Racing cayó 3 a 1 como local ante Colón de Santa Fe y desperdició una chance inmejorable de clasificarse a la Copa Libertadores 2019. 

Un camino de clasificación menos. Si bien fue mérito de La Academia haber llegado hasta esta instancia con alguna posibilidad de ingreso a la próxima Libertadores, el marco anoche era perfecto porque dependía de sí mismo. Se enfrentaba a un rival de poca jerarquía y de campaña muy irregular, nada más ni nada menos que en el Cilindro.  Hasta el empate le servía al conjunto de Avellaneda pero resultó ser una inesperada derrota y ahora las vías de clasificación son reducidas: deberá ganar la Copa Libertadores actual o coronarse en la Copa Argentina. Pero… ¿Por qué Racing perdió con el Sabalero?

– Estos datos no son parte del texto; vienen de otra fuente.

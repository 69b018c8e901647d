package org.modestead.host.bench.run;

/** Says spans of time as people do. */
public final class Spans {

    private static final double MINUTE = 60;
    private static final double HOUR = 3600;

    private Spans() {}

    /** Returns for example {@code 5 s}, {@code 3 min}, {@code 2 h}. */
    public static String words(double seconds) {
        if (seconds < 1.5 * MINUTE) {
            return Math.max(1, Math.round(seconds)) + " s";
        }
        return seconds < 1.5 * HOUR ? Math.round(seconds / MINUTE) + " min" : Math.round(seconds / HOUR) + " h";
    }
}
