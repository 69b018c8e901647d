package org.modestead.engine.battery;

import static java.lang.StrictMath.PI;
import static java.lang.StrictMath.abs;
import static java.lang.StrictMath.asin;
import static java.lang.StrictMath.cos;
import static java.lang.StrictMath.exp;
import static java.lang.StrictMath.floor;
import static java.lang.StrictMath.log;
import static java.lang.StrictMath.max;
import static java.lang.StrictMath.min;
import static java.lang.StrictMath.signum;
import static java.lang.StrictMath.sin;
import static java.lang.StrictMath.sqrt;
import static java.lang.StrictMath.tanh;

import java.util.ArrayList;
import java.util.List;
import java.util.Random;
import java.util.stream.Stream;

  • El equipo está agotado físicamente. Esta es una de las causas más importantes del bajón futbolístico en el tramo final del campeonato. Más allá de que haya conseguido victorias importantísimas ante Estudiantes de La Plata y frente a Arsenal, el nivel no fue el deseado. Jugó bien por momentos y logró los triunfos, poco más que eso. El problema es que cuando tu principal rasgo es la intensidad con la que desarrollas tu patrón de juego, al estar sin más resto físico, la dinámica decayó considerablemente. Se le fue diluyendo su vértigo característico por la acumulación de partidos que tuvieron los protagonistas.

 

  • Decayó su volumen de juego. El primer punto se relaciona directamente con este porque al perder tu sello distintivo por agotamiento físico, el nivel del equipo automáticamente entró en una meseta. Perdió velocidad y potencia de mitad de cancha hacia arriba y por momentos se volvió muy estático. Predecible para los oponentes.  Además algunos rendimientos individuales importantes para la gestación de movimientos en ofensiva sufrieron un bajón y el equipo lo sintió.

 

  • Las lesiones de Neri Cardozo y Nery Domínguez. Piezas claves para el funcionamiento de este nuevo Racing. El primero venía arrastrando de hace tiempo algunas dolencias que luego lo alejaron de la cancha por un par de fechas y a partir de ahí no volvió a ser el mismo. Volvió a formar parte del once titular pero su nivel lejos estuvo del que demostró en el inicio de la temporada. Era quien manejaba los hilos y los tiempos del equipo. Su notable desgaste físico para colaborar en labores defensivas fue desgastándolo hasta recaer en el banco de suplentes. El caso de Nery Domínguez es distinto porque fue y es el jugador más regular que tiene este plantel y uno de los refuerzos más destacados sin ninguna duda. Es quien ordena el juego y a sus compañeros. Quién limpia la jugada y le da claridad a las transiciones de defensa a ataque. La única coincidencia con la situación de Nery es que la acumulación de partidos también le jugaron en contra. Tuvo la mala fortuna de lesionarse justo para la recta final. Su rol es el más sobresaliente de todos y por tal motivo su ausencia es muy difícil de suplirla.

 

  • Plantel corto. Es un detalle que se viene argumentando desde hace tiempo. Racing tiene un muy buen equipo pero un mal plantel y no por nombres sino por la conformación del mismo. Es reducido para la exigencia y las competencias en las que participa la institución. Además algunas piezas de recambio no están a la altura de los once que salen a la cancha. Así como el club fue a buscar jerarquía en el último mercado de pases, ahora deberá hacer lo mismo para ampliar los recursos del cuerpo técnico.

 

  • Flojas actuaciones individuales. Los rendimientos de Diego González, Matías Zaracho, Renzo Zaravia, Alexis Soto y Lautaro Martínez, por citar algunos ejemplos, no fueron los esperados. Los laterales que resultan ser muy importantes para darle amplitud y extensión al planteo del equipo, no tuvieron la misma injerencia que fechas atrás. Ambos muy imprecisos. Zaracho y El Pulpo no tuvieron la participación deseada. Les faltó imaginación y lucidez para comandar la elaboración de jugadas en ataque. Erráticos y de poca influencia en el desarrollo. El Toro fue perdiendo peso en los partidos. La Selección pareciera haberle absorbido sus fuerzas. No es fácil manejar tantas presiones juntas y esto lo pudo haber complicado internamente.

 

  • Pésimo primer semestre. El débil andar del equipo de Diego Cocca en el 2017 tiene también su cuota de participación en este análisis. Los escasos resultados obtenidos, la poca rebeldía, el malo rendimiento futbolístico y el frágil carácter demostrado en la primera etapa del campeonato fue muy difícil de remontar.